Dataset records

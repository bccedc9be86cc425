import type { ReactNode } from 'react';

export interface FigureLine {
  readonly key: string;
  readonly label: string;
  readonly value: ReactNode;
  /** A line that the verdict's links lead to. */
  readonly anchor?: string | undefined;
}

interface Props {
  readonly lines: readonly FigureLine[];
}

/** Single figures with their names. */
export function FigureLines({ lines }: Props) {
  return (
    <dl className="figure-lines">
      {lines.map(({ key, label, value, anchor }) => (
        <div key={key} id={anchor} className="figure-line">
          <dt>{label}</dt>
          <dd className="figures">{value}</dd>
        </div>
      ))}
    </dl>
  );
}
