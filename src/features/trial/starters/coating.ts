import type { Starter, StarterWords } from './starter.ts';

/** A coat that is too thin, too thick or uneven: paint and lacquer by spray gun. */
export function coating(t: StarterWords): Starter {
  return {
    title: t('coating.title'),
    result: {
      name: t('coating.result'),
      unit: 'µm',
      wish: 'target',
      target: 60,
      kind: 'measured',
      usual: 52,
      lowest: 46,
      highest: 58,
      worth: 4,
      atLeast: 50,
      atMost: 70,
    },
    measuring: { who: 'operator', when: 'minutes', minutes: '30', partsPerRun: '3' },
    settings: [
      {
        id: 'spray-pressure',
        name: t('coating.sprayPressure'),
        unit: 'bar',
        low: 2,
        high: 3,
        usual: 2.5,
        harderEnd: 'high',
      },
      { id: 'distance', name: t('coating.distance'), unit: 'cm', low: 20, high: 30, usual: 25 },
      { id: 'line-speed', name: t('coating.lineSpeed'), unit: 'm/min', low: 2, high: 3, usual: 2.5 },
      { id: 'thinner', name: t('coating.thinner'), unit: '%', low: 5, high: 10, usual: 8, settleMinutes: 5 },
    ],
    hazards: ['chemicals', 'dustOrFumes', 'pressure'],
    stop: ['leak', 'alarm', 'someoneHurt'],
    watch: { name: t('coating.watch'), wish: 'less', kind: 'flaws', lotSize: 20, usual: 6 },
  };
}
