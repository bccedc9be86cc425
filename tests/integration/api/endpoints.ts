import type { APIContext, APIRoute } from 'astro';
import { translatorFor } from '../../../src/i18n/translator.ts';
import type { Viewer } from '../../../src/server/auth/viewer.ts';
import type { Access, Endpoint } from '../../../src/server/http/define-endpoint.ts';

const methods = ['GET', 'POST', 'PUT', 'PATCH', 'DELETE', 'ALL'] as const;
type Method = (typeof methods)[number];

export interface KnownEndpoint {
  method: Method;
  /** As its file lies in `pages`, e.g. `/api/people/[id]/invite`. */
  path: string;
  route: APIRoute;
  /** Undefined where an endpoint was written without a declaration. */
  access: Access | undefined;
}

const modules = import.meta.glob<Record<string, APIRoute>>('../../../src/pages/api/**/*.ts', { eager: true });

function pathOf(file: string): string {
  const path = file.slice(file.indexOf('/api/')).replace(/\.ts$/, '');
  return path.replace(/\/index$/, '');
}

/** Every endpoint there is under /api, with whatever it declares. */
export const endpoints: KnownEndpoint[] = Object.entries(modules).flatMap(([file, module]) =>
  methods.flatMap((method) => {
    const route = module[method];
    if (!route) return [];
    const { declaration } = route as Partial<Endpoint>;
    return [{ method, path: pathOf(file), route, access: declaration?.access }];
  }),
);

export interface Attempt {
  viewer: Viewer | null;
  params?: Record<string, string>;
  body?: { type: string; text: string } | undefined;
  /** What stands behind the question mark of the address. */
  query?: string | undefined;
  headers?: Record<string, string>;
}

/** Calls an endpoint as a visitor, without the network; the session is taken as read. */
export async function attempt(endpoint: KnownEndpoint, visit: Attempt): Promise<Response> {
  const method = endpoint.method === 'ALL' ? 'GET' : endpoint.method;
  const path = endpoint.path.replace(/\[(?:\.\.\.)?(\w+)\]/g, (_, name) => visit.params?.[name] ?? 'nothing');
  const url = new URL(path, 'http://127.0.0.1:4310');
  const { body, query, headers = {} } = visit;
  if (query) url.search = query;
  const request = new Request(url, {
    method,
    headers: body && method !== 'GET' ? { ...headers, 'content-type': body.type } : headers,
    ...(body && method !== 'GET' ? { body: body.text } : {}),
  });
  const context = {
    request,
    url,
    params: visit.params ?? {},
    locals: { viewer: visit.viewer, requestId: 'test', language: 'en', t: translatorFor('en') },
    cookies: { get: () => undefined, set: () => undefined, delete: () => undefined },
    clientAddress: '127.0.0.1',
  };
  return endpoint.route(context as unknown as APIContext);
}
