/** One line to be looked at by whoever signs off. */
export interface SignOffLine {
  /** JSON pointer into what is reviewed. */
  readonly place: string;
  readonly label: string;
  readonly words: string;
  /** Where its figures stand; null for what somebody decided. */
  readonly href: string | null;
}

export interface SignOffPart {
  readonly title: string;
  readonly lines: readonly SignOffLine[];
}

What you should do – If a line of the entries contains "without", it counts; give the total of such lines and nothing more.

Task response – 2